Analisi dell'elettroforesi su gel
Dopo l'elettroforesi, i diversi frammenti sono visualizzati come bande a distanze specifiche dalla parte superiore del gel (l'estremità negativa dell'elettrodo) in base alle loro dimensioni. Le dimensioni dei campioni di acido nucleico possono essere stimate confrontando la distanza con i campioni di peso molecolare standard (chiamati anche scala di DNA).
Ogni frammento sarà una banda nel gel. Una miscela di frammenti di varie dimensioni appare come una lunga striscia. Se i frammenti sono troppo grandi, come nel caso del DNA genomico non tagliato, formeranno una singola grande banda nella parte superiore del gel.
Figura 1: un esperimento di elettroforesi su gel completato con 5 campioni e la scala di DNA sulla destra. La scala di DNA può essere utilizzata per stimare le dimensioni delle bande nei campioni.

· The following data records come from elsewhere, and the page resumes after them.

using MathNet.Numerics.LinearAlgebra;

namespace WearWatch.Diagnosis.Roads;

/// <summary>One weighted equation: cellFactor·cell + Σ factor·global = target. Up to three globals; −1 where absent.</summary>
public readonly record struct CellRow(int Cell, double CellFactor, int A, double FactorA, int B, double FactorB, int C, double FactorC, double Target, double Weight)
{
    public double Globals(double[] u) => (A < 0 ? 0 : FactorA * u[A]) + (B < 0 ? 0 : FactorB * u[B]) + (C < 0 ? 0 : FactorC * u[C]);
}

/// <summary>
/// Weighted least squares in which every equation touches at most one cell: the cells are eliminated (Schur complement) and the
/// rest is solved densely or by conjugate gradients. Rows are sorted by cell; those without a cell (−1) come first.
/// Every global unknown must be held by at least one equation, as priors do.
/// </summary>
public sealed class CellSystem(int globals, int cells, CellRow[] rows)
{
    /// <summary>Beyond this many unknowns the solve is iterative and standard errors come from random probes.</summary>
    public const int LargestDense = 2000;

    /// <summary>Up to here the solve itself is direct; the inverse for the errors is direct up to <see cref="LargestDense"/>.</summary>
    private const int LargestDirect = 256;

    private const int Probes = 64;
    private const double ProbeEnergy = 1e-10; // far below the probes' own scatter

    private readonly double[] _pivot = Pivots(cells, rows);
    private Matrix<double>? _inverse;
    private double[]? _variances;

    /// <summary>Solves for the globals; <c>start</c> only speeds the iterative way up.</summary>
    public double[] Solve(double[] start)
    {
        if (globals > LargestDirect) return ConjugateGradients(Right(), start);
        return Schur().Cholesky().Solve(Vector<double>.Build.DenseOfArray(Right())).ToArray();
    }

    /// <summary>Cells for given globals: each cell's equations alone decide it.</summary>
    public double[] Cells(double[] u)
    {
        var cell = new double[cells];
        foreach (var r in rows)
            if (r.Cell >= 0) cell[r.Cell] += r.Weight * r.CellFactor * (r.Target - r.Globals(u)) / _pivot[r.Cell];
        return cell;
    }

    /// <summary>Variance of every global. Dense: exact. Large: Hutchinson's estimate with the diagonal's inverse as control, 64 probes of fixed seed.</summary>
    public double[] GlobalVariances() => _variances ??= globals <= LargestDense ? Inverse().Diagonal().ToArray() : ProbedVariances();

    /// <summary>Variance of every cell: its own equations' plus what the globals' errors bring (their covariances are left out in the large case).</summary>
    public double[] CellVariances()
    {
        var variance = new double[cells];
        var diagonal = GlobalVariances();
        var inverse = globals <= LargestDense ? Inverse() : null;
        var slot = Slots();
        foreach (var (cell, from, to) in Groups())
        {
            var load = Loads(from, to, slot);
            variance[cell] = 1 / _pivot[cell];
            foreach (var (j, lj) in load)
            {
                var scaled = lj / _pivot[cell];
                if (inverse is null) { variance[cell] += scaled * scaled * diagonal[j]; continue; }
                foreach (var (k, lk) in load) variance[cell] += scaled * lk / _pivot[cell] * inverse[j, k];
            }
        }
        return variance;
    }

    private Matrix<double> Inverse() => _inverse ??= Schur().Cholesky().Solve(Matrix<double>.Build.DenseIdentity(globals));

    private static double[] Pivots(int cells, CellRow[] rows)
    {
        var pivot = new double[cells];
        foreach (var r in rows) if (r.Cell >= 0) pivot[r.Cell] += r.Weight * r.CellFactor * r.CellFactor;
        return pivot;
    }

    private IEnumerable<(int Cell, int From, int To)> Groups()
    {
        for (var from = 0; from < rows.Length;)
        {
            var to = from + 1;
            while (to < rows.Length && rows[to].Cell == rows[from].Cell) to++;
            if (rows[from].Cell >= 0) yield return (rows[from].Cell, from, to);
            from = to;
        }
    }

    /// <summary>Σ weight·cellFactor·factor for each global the cell's equations touch, in order of first touch.</summary>
    private (int Index, double Load)[] Loads(int from, int to, int[] slot)
    {
        var load = new (int Index, double Load)[Math.Min(globals, 3 * (to - from))];
        var used = 0;
        void Touch(int index, double value)
        {
            if (index < 0) return;
            if (slot[index] < 0)
            {
                slot[index] = used;
                load[used++] = (index, 0);
            }
            load[slot[index]].Load += value;
        }
        for (var i = from; i < to; i++)
        {
            ref readonly var r = ref rows[i];
            var w = r.Weight * r.CellFactor;
            Touch(r.A, w * r.FactorA);
            Touch(r.B, w * r.FactorB);
            Touch(r.C, w * r.FactorC);
        }
        Array.Resize(ref load, used);
        foreach (var (index, _) in load) slot[index] = -1;
        return load;
    }

    private int[] Slots()
    {
        var slot = new int[globals];
        Array.Fill(slot, -1);
        return slot;
    }

    private Matrix<double> Schur()
    {
        var schur = new double[globals * globals]; // symmetric, so that row and column order are one
        void Add(int j, int k, double value)
        {
            if (j >= 0 && k >= 0) schur[j * globals + k] += value;
        }
        foreach (ref readonly var r in rows.AsSpan())
        {
            Add(r.A, r.A, r.Weight * r.FactorA * r.FactorA);
            Add(r.B, r.B, r.Weight * r.FactorB * r.FactorB);
            Add(r.C, r.C, r.Weight * r.FactorC * r.FactorC);
            Add(r.A, r.B, r.Weight * r.FactorA * r.FactorB);
            Add(r.B, r.A, r.Weight * r.FactorA * r.FactorB);
            Add(r.A, r.C, r.Weight * r.FactorA * r.FactorC);
            Add(r.C, r.A, r.Weight * r.FactorA * r.FactorC);
            Add(r.B, r.C, r.Weight * r.FactorB * r.FactorC);
            Add(r.C, r.B, r.Weight * r.FactorB * r.FactorC);
        }
        var slot = Slots();
        foreach (var (cell, from, to) in Groups())
        {
            var load = Loads(from, to, slot);
            foreach (var (j, lj) in load)
            {
                var row = schur.AsSpan(j * globals, globals);
                var scaled = lj / _pivot[cell];
                foreach (var (k, lk) in load) row[k] -= scaled * lk;
            }
        }
        return Matrix<double>.Build.Dense(globals, globals, schur);
    }

    private double[] Right()
    {
        var right = new double[globals];
        var share = new double[cells];
        foreach (var r in rows) if (r.Cell >= 0) share[r.Cell] += r.Weight * r.CellFactor * r.Target / _pivot[r.Cell];
        foreach (var r in rows) Scatter(right, r, r.Target - (r.Cell >= 0 ? r.CellFactor * share[r.Cell] : 0));
        return right;
    }

    /// <summary>Schur complement times a vector, without forming it.</summary>
    private double[] Times(double[] u)
    {
        var product = new double[globals];
        var share = new double[cells];
        foreach (var r in rows) if (r.Cell >= 0) share[r.Cell] += r.Weight * r.CellFactor * r.Globals(u) / _pivot[r.Cell];
        foreach (var r in rows) Scatter(product, r, r.Globals(u) - (r.Cell >= 0 ? r.CellFactor * share[r.Cell] : 0));
        return product;
    }

    private static void Scatter(double[] into, CellRow r, double value)
    {
        var w = r.Weight * value;
        if (r.A >= 0) into[r.A] += w * r.FactorA;
        if (r.B >= 0) into[r.B] += w * r.FactorB;
        if (r.C >= 0) into[r.C] += w * r.FactorC;
    }

    private double[] SchurDiagonal()
    {
        var diagonal = new double[globals];
        foreach (var r in rows)
        {
            if (r.A >= 0) diagonal[r.A] += r.Weight * r.FactorA * r.FactorA;
            if (r.B >= 0) diagonal[r.B] += r.Weight * r.FactorB * r.FactorB;
            if (r.C >= 0) diagonal[r.C] += r.Weight * r.FactorC * r.FactorC;
            if (r.A >= 0 && r.A == r.B) diagonal[r.A] += 2 * r.Weight * r.FactorA * r.FactorB;
            if (r.A >= 0 && r.A == r.C) diagonal[r.A] += 2 * r.Weight * r.FactorA * r.FactorC;
            if (r.B >= 0 && r.B == r.C) diagonal[r.B] += 2 * r.Weight * r.FactorB * r.FactorC;
        }
        var slot = Slots();
        foreach (var (cell, from, to) in Groups())
            foreach (var (j, lj) in Loads(from, to, slot)) diagonal[j] -= lj * lj / _pivot[cell];
        return diagonal;
    }

    private double[] ConjugateGradients(double[] right, double[] start, double relativeEnergy = 1e-20)
    {
        var diagonal = SchurDiagonal();
        var u = (double[])start.Clone();
        var times = Times(u);
        var residual = right.Zip(times, (b, a) => b - a).ToArray();
        var scaled = residual.Zip(diagonal, (r, d) => r / d).ToArray();
        var direction = (double[])scaled.Clone();
        var energy = Dot(residual, scaled);
        var goal = relativeEnergy * Math.Max(energy, right.Zip(diagonal, (b, d) => b * b / d).Sum());
        for (var iteration = 0; iteration < 20 * globals && energy > goal; iteration++)
        {
            times = Times(direction);
            var step = energy / Dot(direction, times);
            for (var i = 0; i < globals; i++)
            {
                u[i] += step * direction[i];
                residual[i] -= step * times[i];
                scaled[i] = residual[i] / diagonal[i];
            }
            var next = Dot(residual, scaled);
            for (var i = 0; i < globals; i++) direction[i] = scaled[i] + next / energy * direction[i];
            energy = next;
        }
        return u;
    }

    private double[] ProbedVariances()
    {
        var diagonal = SchurDiagonal();
        var variance = diagonal.Select(d => 1 / d).ToArray();
        var random = new MathNet.Numerics.Random.MersenneTwister(20261201);
        for (var probe = 0; probe < Probes; probe++)
        {
            var sign = Enumerable.Range(0, globals).Select(_ => random.NextDouble() < 0.5 ? -1.0 : 1.0).ToArray();
            var solved = ConjugateGradients(sign, sign.Zip(diagonal, (s, d) => s / d).ToArray(), ProbeEnergy);
            for (var i = 0; i < globals; i++) variance[i] += (sign[i] * solved[i] - 1 / diagonal[i]) / Probes;
        }
        // The inverse's diagonal is never below the diagonal's inverse.
        return variance.Zip(diagonal, (v, d) => Math.Max(v, 1 / d)).ToArray();
    }

    private static double Dot(double[] a, double[] b)
    {
        var sum = 0.0;
        for (var i = 0; i < a.Length; i++) sum += a[i] * b[i];
        return sum;
    }
}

I plasmidi circolari si muovono a velocità diverse a seconda della loro conformazione (intaccata, lineare, legata in modo covalente, superavvolta e circolare a singolo filamento). Un plasmide superavvolto viaggia più velocemente perché ha meno attrito contro la matrice di agarosio rispetto al plasmide intaccato o lineare.
Se vuoi isolare un frammento specifico puoi tagliare il gel ed estrarre il DNA.